Esa diferencia es esencial. El IMC puede seguir siendo una puerta de entrada, siempre que no se trate como la palabra final.

Lo que dificulta el cambio en la práctica

Si las limitaciones del IMC son tan conocidas, ¿por qué sigue dominando? Porque las alternativas más precisas no siempre están igual de disponibles.

Las evaluaciones detalladas de composición corporal, grasa visceral o disfunción metabólica pueden requerir pruebas, tiempo, formación o infraestructura que no existen en todos los servicios. Además, sigue habiendo debate sobre qué combinación de medidas sería la más útil y viable para sustituir o complementar al IMC en la práctica cotidiana.

Es decir, la transición hacia modelos de evaluación más refinados es deseable, pero no necesariamente sencilla.

Lo que esto cambia para pacientes y profesionales

En la práctica, este cambio de mirada puede evitar dos errores frecuentes.

El primero es subestimar el riesgo en personas con IMC aparentemente normal, pero con alta grasa corporal o alteraciones metabólicas. El segundo es asumir automáticamente el mismo grado de riesgo en todas las personas con IMC elevado, sin mirar composición corporal, localización de la grasa y marcadores clínicos adicionales.

Para los pacientes, esto puede traducirse en una evaluación más justa y más precisa.

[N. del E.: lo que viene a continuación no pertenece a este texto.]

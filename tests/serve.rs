//! `pvhazard serve`: the JSON API answers what `--json` prints, refuses bad input by option,
//! and the server keeps to its limits (body size, paths, loopback by default).

#[path = "support/server.rs"]
mod server;

use std::io::{BufRead, BufReader, Read, Write};
use std::process::{Command, Stdio};
use std::time::{Duration, Instant};

use serde_json::{json, Value};
use server::{request, Server};

/// The command line for a JSON object of options: `--key value`, repeated for an array,
/// `--key` for true.
fn cli_json(calc: &str, options: &Value) -> (i32, String) {
    let mut cmd = Command::new(env!("CARGO_BIN_EXE_pvhazard"));
    cmd.arg(calc);
    for (k, v) in options.as_object().expect("an object") {
        match v {
            Value::Bool(true) => {
                cmd.arg(format!("--{k}"));
            }
            Value::Array(items) => {
                for i in items {
                    cmd.arg(format!("--{k}")).arg(i.as_str().expect("a string"));
                }
            }
            Value::String(s) => {
                cmd.arg(format!("--{k}")).arg(s);
            }
            other => {
                cmd.arg(format!("--{k}")).arg(other.to_string());
            }
        }
    }
    let out = cmd.arg("--json").output().expect("pvhazard runs");
    (
        out.status.code().unwrap_or(-1),
        String::from_utf8(out.stdout).expect("UTF-8"),
    )
}

fn cases() -> Vec<(&'static str, Value)> {
    vec![
        (
            "energy",
            json!({"gas": "air", "volume": "2 m3", "pressure": "10 barg"}),
        ),
        (
            "energy",
            json!({"gas": "nitrogen", "volume": "500 L", "pressure": "150 psig", "temperature": "30 C", "overpressure": ["20 kPa", "35 kPa"], "mawp": "12 barg", "empty-mass": "300 kg", "clearance": "10 m"}),
        ),
        (
            "energy",
            json!({"gas": "helium", "volume": "1 m3", "pressure": "2 MPa(a)", "work": "pressure-test", "model": "ideal", "energy-limit": "100 kJ"}),
        ),
        (
            "energy",
            json!({"gas": "argon", "volume": "20 gal", "pressure": "500 psig", "elevation": "1500 m", "units": "us"}),
        ),
        (
            "fill",
            json!({"gas": "air", "volume": "50 L", "from": "1 barg", "to": "200 barg"}),
        ),
        (
            "fill",
            json!({"gas": "hydrogen", "volume": "100 L", "from": "20 barg", "to": "350 barg", "rated-temperature": "65 C", "rate": "25 bar/min", "construction": "composite"}),
        ),
        (
            "fill",
            json!({"gas": "nitrogen", "volume": "50 L", "from": "1 barg", "to": "200 barg", "duration": "10 min", "empty-mass": "60 kg", "supply-temperature": "25 C"}),
        ),
        (
            "fill",
            json!({"gas": "oxygen", "volume": "10 L", "from": "5 bara", "to": "150 barg", "ambient-temperature": "30 C", "model": "ideal"}),
        ),
        (
            "vent",
            json!({"gas": "air", "volume": "2 m3", "pressure": "10 barg", "orifice": "10 mm"}),
        ),
        (
            "vent",
            json!({"gas": "nitrogen", "volume": "1 m3", "pressure": "30 barg", "within": "10 min", "process": "isothermal"}),
        ),
        (
            "vent",
            json!({"gas": "nitrogen", "volume": "500 L", "pressure": "50 barg", "orifice": "6 mm", "depressuring-check": true, "min-metal-temperature": "-29 C", "room-volume": "100 m3", "ventilation": "2 /h"}),
        ),
        (
            "vent",
            json!({"gas": "methane", "volume": "1 m3", "pressure": "8 barg", "orifice": "12 mm", "cd": 0.8, "heat-transfer": "lumped", "down-to": "1 barg"}),
        ),
    ]
}

#[test]
fn every_calculation_through_the_api_equals_the_command_lines_json() {
    let server = Server::start(&[]);
    for (calc, options) in cases() {
        let (code, expected) = cli_json(calc, &options);
        assert_eq!(code, 0, "{calc} {options}: the command line refused it");
        let answer = server.api(calc, &options);
        assert_eq!(answer.status, 200, "{calc} {options}: {}", answer.text());
        assert!(
            answer
                .head
                .to_ascii_lowercase()
                .contains("content-type: application/json"),
            "{}",
            answer.head
        );
        assert_eq!(answer.text(), expected, "{calc} {options}");
    }
}

#[test]
fn bad_inputs_answer_400_naming_the_option() {
    let server = Server::start(&[]);
    let bad = [
        (
            "energy",
            json!({"gas": "air", "volume": "2", "pressure": "10 barg"}),
            "volume",
        ),
        (
            "energy",
            json!({"gas": "air", "volume": "2 m3", "pressure": "10 bar"}),
            "pressure",
        ),
        (
            "energy",
            json!({"gas": "unobtainium", "volume": "2 m3", "pressure": "10 barg"}),
            "gas",
        ),
        (
            "energy",
            json!({"gas": "air", "volume": "2 m3"}),
            "pressure",
        ),
        (
            "energy",
            json!({"gas": "air", "volume": "2 m3", "pressure": "10 barg", "colour": "red"}),
            "colour",
        ),
        (
            "fill",
            json!({"gas": "air", "volume": "50 L", "from": "1 barg", "to": "200 barg", "rate": "25 bar/min", "csv": "/tmp/series.csv"}),
            "csv",
        ),
        (
            "fill",
            json!({"gas": "air", "volume": "50 L", "from": "1 barg", "to": "200 barg", "supply-pressure": "100 barg"}),
            "supply-pressure",
        ),
        (
            "vent",
            json!({"gas": "air", "volume": "2 m3", "pressure": "10 barg", "orifice": "10 mm", "depressuring-check": "yes"}),
            "depressuring-check",
        ),
        (
            "vent",
            json!({"gas": "air", "volume": "2 m3", "pressure": "10 barg", "orifice": "10 mm", "cd": 7}),
            "cd",
        ),
        (
            "vent",
            json!({"gas": "air", "volume": "2 m3", "pressure": "10 barg", "orifice": "10 mm", "process": "sideways"}),
            "process",
        ),
    ];
    for (calc, options, option) in bad {
        let answer = server.api(calc, &options);
        assert_eq!(answer.status, 400, "{calc} {options}: {}", answer.text());
        let v: Value = serde_json::from_slice(&answer.body).expect("a JSON error");
        let e = &v["error"];
        assert_eq!(e["option"], option, "{options}: {e}");
        for key in ["value", "accepted", "message"] {
            assert!(e[key].is_string(), "{key} in {e}");
        }
        assert!(!e["message"].as_str().unwrap_or_default().is_empty());
    }
    // The command line refuses the same input by the same option.
    let (code, _) = cli_json(
        "energy",
        &json!({"gas": "air", "volume": "2 m3", "pressure": "10 bar"}),
    );
    assert_eq!(code, 2);
    for body in [&b"[1, 2]"[..], b"{not json", b""] {
        let answer = server.request("POST", "/api/fill", "application/json", body);
        assert_eq!(answer.status, 400, "{}", answer.text());
        assert!(answer.text().contains("\"error\""));
    }
}

#[test]
fn a_body_over_one_mebibyte_is_refused_with_413() {
    let server = Server::start(&[]);
    let big = format!("{{\"gas\": \"{}\"}}", "a".repeat(1 << 20));
    let answer = server.request("POST", "/api/energy", "application/json", big.as_bytes());
    assert_eq!(answer.status, 413, "{}", answer.text());
    let form = format!("gas={}", "a".repeat(1 << 20));
    let answer = server.request(
        "POST",
        "/fill",
        "application/x-www-form-urlencoded",
        form.as_bytes(),
    );
    assert_eq!(answer.status, 413);
    // Just under the limit is read (and refused for its content, not its size).
    let near = format!("{{\"gas\": \"{}\"}}", "a".repeat((1 << 20) - 100));
    let answer = server.request("POST", "/api/energy", "application/json", near.as_bytes());
    assert_eq!(answer.status, 400, "{}", answer.text());
}

#[test]
fn paths_that_climb_out_or_name_files_lead_nowhere() {
    let dir = tempdir("traversal");
    std::fs::write(dir.join("secret.json"), "{}").expect("writes");
    let records = dir.to_string_lossy().into_owned();
    let server = Server::start(&["--records", &records]);
    for path in [
        "/../../../../etc/passwd",
        "/%2e%2e/%2e%2e/etc/passwd",
        "/records/..%2F..%2F..%2Fetc%2Fpasswd",
        "/records/../../etc/passwd",
        "/records/%2e%2e%2fsecret.json",
        "/records/secret.json",
        "/records/.lock",
        "/site/0",
        "/site/..%2F0",
        "/Cargo.toml",
        "/src/main.rs",
        "/favicon.ico",
    ] {
        let answer = server.request("GET", path, "text/plain", b"");
        assert_eq!(answer.status, 404, "{path}: {}", answer.text());
        assert!(!answer.text().contains("root:"), "{path}");
    }
    let answer = server.request("POST", "/api/..%2Fenergy", "application/json", b"{}");
    assert_eq!(answer.status, 404);
}

#[test]
fn the_forms_and_pages_answer_and_a_refusal_is_shown_beside_its_field() {
    let server = Server::start(&["--site", "sample_sites/kestrel-fill-room.toml"]);
    for path in ["/", "/energy", "/fill", "/vent", "/site/0"] {
        let answer = server.request("GET", path, "text/plain", b"");
        assert_eq!(answer.status, 200, "{path}");
        let text = answer.text();
        assert!(text.starts_with("<!DOCTYPE html>"), "{path}");
        assert!(
            !text.contains("<script"),
            "{path}: the pages need no script"
        );
        // An id names one element: the site page's items have no id of their own.
        let mut ids: Vec<&str> = text
            .split(" id=\"")
            .skip(1)
            .filter_map(|rest| rest.split('"').next())
            .collect();
        let all = ids.len();
        ids.sort_unstable();
        ids.dedup();
        assert_eq!(ids.len(), all, "{path}: an id used twice");
    }
    let form =
        "gas=air&volume=50&volume.unit=L&from=1&from.unit=bar&from.basis=g&to=200&to.unit=bar";
    let answer = server.request(
        "POST",
        "/fill",
        "application/x-www-form-urlencoded",
        form.as_bytes(),
    );
    assert_eq!(answer.status, 400);
    let text = answer.text();
    // The refusal sits in the field of --to, with the command line's message.
    let field = text.split("id=\"f-to\"").nth(1).expect("the to field");
    let error = field
        .split("class=\"error\"")
        .nth(1)
        .expect("an error beside it");
    assert!(error.contains("gauge or absolute"), "{error}");
    let answer = server.request(
        "POST",
        "/fill",
        "application/x-www-form-urlencoded",
        (form.to_string() + "&to.basis=g").as_bytes(),
    );
    assert_eq!(answer.status, 200);
    let text = answer.text();
    assert!(text.contains("id=\"decision\""));
    assert!(text.contains("<svg"), "the fill plot");
    assert!(text.contains("licensed or authorised"), "the deferral");
}

#[test]
fn the_default_address_is_this_machine_only_and_another_is_warned_about() {
    let help = Command::new(env!("CARGO_BIN_EXE_pvhazard"))
        .args(["serve", "--help"])
        .output()
        .expect("runs");
    assert!(String::from_utf8_lossy(&help.stdout).contains("[default: 127.0.0.1:8765]"));
    assert!(pvhazard::serve::DEFAULT_LISTEN
        .parse::<std::net::SocketAddr>()
        .expect("an address")
        .ip()
        .is_loopback());
    // Started without --listen, it listens on the loopback address (or says it cannot,
    // where another program holds the port).
    let mut child = Command::new(env!("CARGO_BIN_EXE_pvhazard"))
        .arg("serve")
        .stdout(Stdio::piped())
        .stderr(Stdio::piped())
        .spawn()
        .expect("starts");
    let mut line = String::new();
    let _ = BufReader::new(child.stdout.take().expect("stdout")).read_line(&mut line);
    let _ = child.kill();
    let out = child.wait_with_output().expect("ends");
    let said = line + &String::from_utf8_lossy(&out.stderr);
    assert!(said.contains("127.0.0.1:8765"), "{said}");
    assert!(!said.contains("warning"), "{said}");
    // Any other address is allowed only when asked for, with a warning.
    let mut child = Command::new(env!("CARGO_BIN_EXE_pvhazard"))
        .args(["serve", "--listen", "0.0.0.0:0"])
        .stdout(Stdio::piped())
        .stderr(Stdio::piped())
        .spawn()
        .expect("starts");
    let mut line = String::new();
    let _ = BufReader::new(child.stdout.take().expect("stdout")).read_line(&mut line);
    let _ = child.kill();
    let out = child.wait_with_output().expect("ends");
    let warned = String::from_utf8_lossy(&out.stderr);
    assert!(
        warned.contains("anyone") && warned.contains("no user accounts"),
        "{warned}"
    );
}

#[test]
fn a_client_that_never_finishes_its_request_is_disconnected() {
    let server = Server::start(&[]);
    let mut s = std::net::TcpStream::connect(&server.addr).expect("connects");
    s.write_all(b"GET / HTTP/1.1\r\nHost: x\r\n")
        .expect("half a head");
    s.set_read_timeout(Some(Duration::from_secs(60))).ok();
    let start = Instant::now();
    let mut buf = Vec::new();
    let _ = s.read_to_end(&mut buf);
    // Closed by the server's header timeout, well before the read timeout above.
    assert!(
        start.elapsed() < Duration::from_secs(45),
        "{:?}",
        start.elapsed()
    );
    // And the server still answers others.
    let answer = request(&server.addr, "GET", "/", "text/plain", b"");
    assert_eq!(answer.status, 200);
}

/// A fresh folder under the target directory.
fn tempdir(name: &str) -> std::path::PathBuf {
    let dir = std::path::Path::new(env!("CARGO_TARGET_TMPDIR"))
        .join(format!("serve-{name}-{}", std::process::id()));
    let _ = std::fs::remove_dir_all(&dir);
    std::fs::create_dir_all(&dir).expect("creates the folder");
    dir
}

Para los profesionales, significa tratar la obesidad menos como un número aislado y más como una condición biológica heterogénea.

La lectura más equilibrada

La interpretación más responsable de la evidencia es que el IMC sigue siendo una herramienta útil para el cribado poblacional, pero no capta por sí solo todo el riesgo de salud ligado a la obesidad.

Las referencias aportadas sostienen directamente esa conclusión: el IMC no mide bien la adiposidad corporal, la distribución de la grasa y la función del tejido adiposo suelen predecir mejor la resistencia a la insulina y las complicaciones cardiometabólicas, y personas con IMC normal pueden seguir teniendo alto riesgo si presentan exceso de grasa corporal u obesidad central.

Pero también es importante evitar exageraciones. El IMC no debe descartarse como inútil; debe entenderse como incompleto. El mensaje más sólido no es “abandonar el IMC”, sino superar el pensamiento basado solo en IMC.

En resumen, el futuro de la evaluación del riesgo ligado a la obesidad probablemente dependerá menos de un único número y más de lo que realmente define el peligro biológico: dónde está la grasa, cómo está funcionando el metabolismo y qué tipo de cuerpo está ocultando ese IMC.